### TASK ITEM
Would you write out, word for word, each line of the records below from the top through the one holding "The format is"?

### INPUT DATA
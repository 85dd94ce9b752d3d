"""Lozenge tilings of any region of unit triangles (simply connected pieces).

Heights live on lattice points with step 3: along an edge in the directions
(1, 0), (-1, 1), (0, -1) (counter-clockwise around an up triangle) the height
rises by 1 where no lozenge crosses the edge and falls by 2 where one does.
Boundary edges are never crossed, so the boundary heights are fixed by walking
the boundary; interior points are the free sites of the generic model
(Thurston's height function, step 3, residue (i - j) mod 3, three colour
classes (i - j) mod 3). Raising a height by 3 adds one cube to the stack, so
the weight q ** volume is q ** (sum of heights / 3) up to a constant.

Relation to the box hexagon: for the a, b, c hexagon, the height at lattice
point (x, y) is its least value plus 3 m, where m counts the cubes centred
there in the projection: the cubes (x + z, y - 1 - z, z) of the stack.
"""
from __future__ import annotations

import numbers
from typing import Any, Dict, Iterable, Optional, Tuple

import numpy as np

from frostline import _core
from frostline._limits import check_memory
from frostline.exact.budget import DEFAULT_BUDGET_SECONDS
from frostline.height_walk import integrate, integrate_expected, walk_boundary
from frostline.methods import ExactMethod, RunOptions
from frostline.model import HeightModel
from frostline.region import Region
from frostline.variational import VariationalRegion

from .columns import ColumnForm, column_form, grid_from_model, heights_from_columns, lower_columns
from .geometry import BYTES_PER_TRIANGLE, EDGE_ENDS, PARTNER, TriangleGrid
from .parameters import QLike, weight
from .tile_mixin import LozengeTiles
from .tiles import lozenge_dimer_system
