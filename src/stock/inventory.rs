//! Inventory CSV loader: turns a stock list (one line per bin of resistors or capacitors) into
//! typed [`Line`]s in SI units, collecting the bad cells with their file line and column (the
//! first [`MAX_LISTED_PROBLEMS`] described, the rest counted).
//!
//! The format is plain CSV (RFC 4180 quoting) with a header row. Required columns: `kind`,
//! `value`, `tolerance`, `qty`; optional: `voltage`, `power`, `polarized`, `dielectric`,
//! `unit_cost`, `location`, `note`. Any other column is ignored, so a stock export can keep its
//! own bookkeeping columns. Column names are matched trimmed and case-insensitively, with spaces
//! and dashes read as underscores (`Unit Cost` is `unit_cost`). Lines starting with `#` are
//! comments, empty lines are skipped, a UTF-8 byte-order mark is accepted, and lines end at LF,
//! CRLF or a lone CR. Records are read by the csv crate's tokenizer (`csv-core`), which also
//! gives each `qty` cell's byte range for [`crate::stock::edit`].
//! A value outside what any part of its kind can be ([`crate::vocab::PLAUSIBLE_OHMS`], [`crate::vocab::PLAUSIBLE_FARADS`])
//! is reported as a value of the other kind typed on the wrong line (`c,4k7,…`). Input beyond
//! [`MAX_INVENTORY_BYTES`] or [`MAX_INVENTORY_LINES`] is refused before it is parsed.
//!
//! Like the rest of the library this module does no I/O: [`Inventory::from_reader`] takes any
//! `impl Read` and [`Inventory::parse_str`] a string; the binary adds the file name to errors.

use std::collections::HashMap;
use std::io::Read;

use csv_core::ReadFieldResult;

use serde::Serialize;

use crate::value::{parse, Unit, ValueError};
use crate::vocab::{implausible, PartKind};

/// One stock line: a number of identical parts in one place.
#[derive(Debug, Clone, PartialEq, Serialize)]
pub struct Line {
    /// 1-based data row (the first row after the header is 1; comments and blank lines are not
    /// rows). This is the `line` reports show, so it is stable when comments are edited.
    pub row: usize,
    /// 1-based line number in the file (a header on the first line is line 1), for messages.
    pub file_line: usize,
    /// Resistor or capacitor, from the `kind` cell (`r`, `res`, `resistor`, `c`, `cap`,
    /// `capacitor`, any case).
    pub kind: PartKind,
    /// SI: ohm for a resistor, farad for a capacitor. Always finite and > 0.
    pub value: f64,
    /// Symmetric tolerance as a fraction (0.01 = 1 %). Always in (0, 1).
    pub tolerance: f64,
    /// Pieces in stock; 0 means the line is known but out of stock.
    pub qty: u32,
    /// Voltage rating in volts (meaningful for capacitors; kept but unused on resistors).
    pub voltage: Option<f64>,
    /// Power rating in watts (meaningful for resistors; kept but unused on capacitors).
    pub power: Option<f64>,
    /// Polarized part (electrolytic, tantalum); `false` when the cell is empty or absent.
    pub polarized: bool,
    /// Capacitor dielectric as written (`C0G`, `X7R`, …), where given.
    pub dielectric: Option<String>,
    /// Cost of one piece, in whatever currency the file uses (a leading symbol is stripped).
    pub unit_cost: Option<f64>,
    /// Where the pieces are kept (drawer, bin), as written.
    pub location: Option<String>,
    /// Free text from the `note` column.
    pub note: Option<String>,
}

/// A loaded stock list, lines in file order.
#[derive(Debug, Clone, Default, PartialEq, Serialize)]
pub struct Inventory {
    /// The data rows, in file order (`lines[i].row == i + 1`).
    pub lines: Vec<Line>,
    /// Per line (same index): where the digits of its `qty` cell are in the bytes it was
    /// loaded from, or why they cannot be edited in place. See [`Inventory::qty_digits`].
    #[serde(skip)]
    qty_digits: Vec<QtyDigits>,
}

/// The byte range of a `qty` cell's digits in the loaded bytes, or why the cell is written in
/// a way that is not edited in place.
pub type QtyDigits = Result<std::ops::Range<usize>, &'static str>;

/// One bad cell (or a row whose shape is wrong), located by file line and column name.
#[derive(Debug, Clone, PartialEq, thiserror::Error)]
#[error("line {file_line}, column `{column}`: found {found:?}, expected {expected}")]
pub struct RowError {
    /// 1-based line number in the file.
    pub file_line: usize,
    /// The column's name as the header writes it, or `#n` for cell n past the header's columns.
    pub column: String,
    /// The cell as written.
    pub found: String,
    /// What the column takes, with examples.
    pub expected: String,
}
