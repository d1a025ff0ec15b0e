//! The stock-line goal: points per distinct line (an inventory row, or a series value) the
//! build takes parts from — fewer reels and drawers to fetch (common practice).

use super::term::{Scope, Term};
use crate::spec::Spec;
use crate::vocab::Goal;

/// `bom_lines`: points per distinct stock line.
pub struct BomLines;

impl Term for BomLines {
    fn goal(&self) -> Goal {
        Goal::BomLines
    }
    fn scope(&self) -> Scope {
        Scope::Line
    }
    fn line_points(&self, spec: &Spec, lines: usize) -> f64 {
        spec.goals.weight(Goal::BomLines) * lines as f64
    }
}
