//! The ranking objective as a list of terms, one file per goal.
//!
//! Every term says where its points come from ([`Scope`]): each part (pieces, capacitance,
//! cost), the build's stock lines, or the circuit's figures (gain error, offset). A term gives
//! its exact points and, for circuit terms, a lower bound over intervals of the values still
//! open; the search's part points, the generic plan's bounds, the leaf check, the MILP
//! objective and the analysis's score all read [`TERMS`], so they cannot drift apart. The
//! linear models of the circuit terms for the MILP engine come with each circuit's hand-tuned
//! plan (`SearchPlan::log_model`), since they are written on the circuit's own equations.
//!
//! Adding a goal: a file here implementing [`Term`], its line in [`TERMS`], and its key in
//! `vocab::Goal` (DEVELOPERS.md, "Adding a goal").

pub mod capacitance;
pub mod cost;
pub mod gain;
pub mod lines;
pub mod offset;
pub mod part_count;

use crate::build::Piece;
use crate::interval::Iv;
use crate::spec::Spec;
use crate::vocab::{Goal, PartKind};

/// One coupling network as the generic plan sees it: the resistance and capacitance of its
/// corner 1/(2πRC), and whether it is a plain first-order high-pass buffered from the rest
/// (then its loss at a frequency and its corner bound the whole response's from below).
#[derive(Debug, Clone, Copy, PartialEq)]
pub struct NetworkFigure<T> {
    /// The resistance the capacitor works against.
    pub resistance: T,
    /// The capacitance.
    pub capacitance: T,
    /// A plain buffered first-order high-pass (see above).
    pub plain: bool,
}

/// The scalar figures of a build that the objective's circuit terms and the generic search
/// plan's relaxed requirements read, over plain values (`f64`) or over intervals of values
/// (`Iv`, see [`crate::interval`]). A circuit computes both from one set of equations
/// written over [`crate::interval::Num`], so they agree to the last bit on plain values.
#[derive(Debug, Clone, PartialEq)]
pub struct Figures<T> {
    /// Mid-band (passband) gain from source EMF to load, signed, ideal op-amp.
    pub gain: T,
    /// Resistance the source sees at mid-band.
    pub input_resistance: T,
    /// The nominal output DC error the `offset` goal counts (≥ 0).
    pub offset: T,
    /// The output DC with the op-amp errors at their centre (`DcErrors::centre`, capacitors
    /// open): inside the range the worst case takes over the op-amp's error corners.
    pub dc_out: T,
    /// The current a bias network draws from the supply, where the circuit has one.
    pub bias_current: Option<T>,
    /// The coupling networks, in the order of `Circuit::networks`.
    pub networks: Vec<NetworkFigure<T>>,
}

/// Where a term's points come from.
#[derive(Debug, Clone, Copy, PartialEq, Eq)]
pub enum Scope {
    /// Each part on its own (its pieces).
    Part,
    /// The build's distinct stock lines.
    Line,
    /// The circuit's figures ([`Figures`]).
    Circuit,
}

/// One term of the objective (lower is better). Only the methods of its [`Scope`] are asked.
pub trait Term: Sync {
    /// Its goal: the `[goals]` key and weight.
    fn goal(&self) -> Goal;
    /// Where its points come from.
    fn scope(&self) -> Scope;
    /// [`Scope::Part`]: the points of one part made of piece `a` (and `b` for a pair).
    /// Locked parts are on the board already: they cost nothing but still count as pieces.
    fn part_points(
        &self,
        _spec: &Spec,
        _kind: PartKind,
        _a: &Piece,
        _b: Option<&Piece>,
        _locked: bool,
    ) -> f64 {
        0.0
    }
    /// [`Scope::Line`]: the points of a build with `lines` distinct stock lines.
    fn line_points(&self, _spec: &Spec, _lines: usize) -> f64 {
        0.0
    }
    /// [`Scope::Circuit`]: the exact points of a build's figures.
    fn circuit_points(&self, _spec: &Spec, _figures: &Figures<f64>) -> f64 {
        0.0
    }
    /// [`Scope::Circuit`]: a lower bound of [`Term::circuit_points`] over every build whose
    /// figures lie in the intervals.
    fn circuit_bound(&self, _spec: &Spec, _figures: &Figures<Iv>) -> f64 {
        0.0
    }
}

/// The objective: every term, in the order their points are summed.
pub const TERMS: &[&dyn Term] = &[
    &gain::GainError,
    &offset::Offset,
    &part_count::PartCount,
    &lines::BomLines,
    &capacitance::Capacitance,
    &cost::Cost,
];

fn of_scope(scope: Scope) -> impl Iterator<Item = &'static dyn Term> {
    TERMS.iter().copied().filter(move |t| t.scope() == scope)
}

/// The points of one part, summed over the part terms (the search scores every realisation
/// with this one function, so its figures agree with the score to the last bit).
pub fn part_points(spec: &Spec, kind: PartKind, a: &Piece, b: Option<&Piece>, locked: bool) -> f64 {
    of_scope(Scope::Part).fold(0.0, |acc, t| acc + t.part_points(spec, kind, a, b, locked))
}

/// The points of `lines` distinct stock lines.
pub fn line_points(spec: &Spec, lines: usize) -> f64 {
    of_scope(Scope::Line).fold(0.0, |acc, t| acc + t.line_points(spec, lines))
}

/// The points one more stock line adds (the line terms are linear in the count).
pub fn line_weight(spec: &Spec) -> f64 {
    line_points(spec, 1)
}

/// The exact points of the circuit terms.
pub fn circuit_points(spec: &Spec, figures: &Figures<f64>) -> f64 {
    of_scope(Scope::Circuit).fold(0.0, |acc, t| acc + t.circuit_points(spec, figures))
}

/// A lower bound of the circuit terms over intervals of figures.
pub fn circuit_bound(spec: &Spec, figures: &Figures<Iv>) -> f64 {
    of_scope(Scope::Circuit).fold(0.0, |acc, t| acc + t.circuit_bound(spec, figures))
}

/// Whether a term of this goal has any weight (a zero-weight term adds nothing anywhere).
pub fn weighs(spec: &Spec, goal: Goal) -> bool {
    spec.goals.weight(goal) != 0.0
}

#[cfg(test)]
mod tests {
    use super::*;

    #[test]
    fn every_goal_has_exactly_one_term() {
        for goal in Goal::ALL {
            assert_eq!(
                TERMS.iter().filter(|t| t.goal() == goal).count(),
                1,
                "{goal:?}"
            );
        }
        assert_eq!(TERMS.len(), Goal::ALL.len());
    }
}
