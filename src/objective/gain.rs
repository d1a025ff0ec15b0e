//! The gain-error goal: points per 1 % of nominal gain error, |G − G_t|/|G_t|.

use super::term::{Figures, Scope, Term};
use crate::interval::Iv;
use crate::spec::Spec;
use crate::vocab::Goal;

/// `gain_error`: points per 1 % of nominal gain error.
pub struct GainError;

/// The relative gain error |G − G_t|/|G_t| of a nominal gain.
pub fn error(spec: &Spec, gain: f64) -> f64 {
    (gain - spec.gain).abs() / spec.gain.abs()
}

/// The points of a nominal gain: `gain_error` points per 1 %.
pub fn points(spec: &Spec, gain: f64) -> f64 {
    spec.goals.weight(Goal::GainError) * error(spec, gain) / 0.01
}

impl Term for GainError {
    fn goal(&self) -> Goal {
        Goal::GainError
    }
    fn scope(&self) -> Scope {
        Scope::Circuit
    }
    fn circuit_points(&self, spec: &Spec, f: &Figures<f64>) -> f64 {
        points(spec, f.gain)
    }
    /// The least error is the distance from the target to the gain interval.
    fn circuit_bound(&self, spec: &Spec, f: &Figures<Iv>) -> f64 {
        spec.goals.weight(Goal::GainError) * (f.gain.distance_to(spec.gain) / spec.gain.abs())
            / 0.01
    }
}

### SOLVED EXERCISE
repository 85dd94ce9b752d3d
"""Lozenge tilings of any region of unit triangles (simply connected pieces).

Heights live on lattice points with step 3: along an edge in the directions
(1, 0), (-1, 1), (0, -1) (counter-clockwise around an up triangle) the height
rises by 1 where no lozenge crosses the edge and falls by 2 where one does.
Boundary edges are never crossed, so the boundary heights are fixed by walking
the boundary; interior points are the free sites of the generic model
(Thurston's height function, step 3, residue (i - j) mod 3, three colour
classes (i - j) mod 3). Raising a height by 3 adds one cube to the stack, so
the weight q ** volume is q ** (sum of heights / 3) up to a constant.

Relation to the box hexagon: for the a, b, c hexagon, the height at lattice
point (x, y) is its least value plus 3 m, where m counts the cubes centred
there in the projection: the cubes (x + z, y - 1 - z, z) of the stack.
"""
from __future__ import annotations

import numbers
from typing import Any, Dict, Iterable, Optional, Tuple

import numpy as np

from frostline import _core
from frostline._limits import check_memory
from frostline.exact.budget import DEFAULT_BUDGET_SECONDS
from frostline.height_walk import integrate, integrate_expected, walk_boundary
from frostline.methods import ExactMethod, RunOptions
from frostline.model import HeightModel
from frostline.region import Region
from frostline.variational import VariationalRegion

from .columns import ColumnForm, column_form, grid_from_model, heights_from_columns, lower_columns
from .geometry import BYTES_PER_TRIANGLE, EDGE_ENDS, PARTNER, TriangleGrid
from .parameters import QLike, weight
from .tile_mixin import LozengeTiles
from .tiles import lozenge_dimer_system
filename src/stock/inventory.rs
//! Inventory CSV loader: turns a stock list (one line per bin of resistors or capacitors) into
//! typed [`Line`]s in SI units, collecting the bad cells with their file line and column (the
//! first [`MAX_LISTED_PROBLEMS`] described, the rest counted).
//!
//! The format is plain CSV (RFC 4180 quoting) with a header row. Required columns: `kind`,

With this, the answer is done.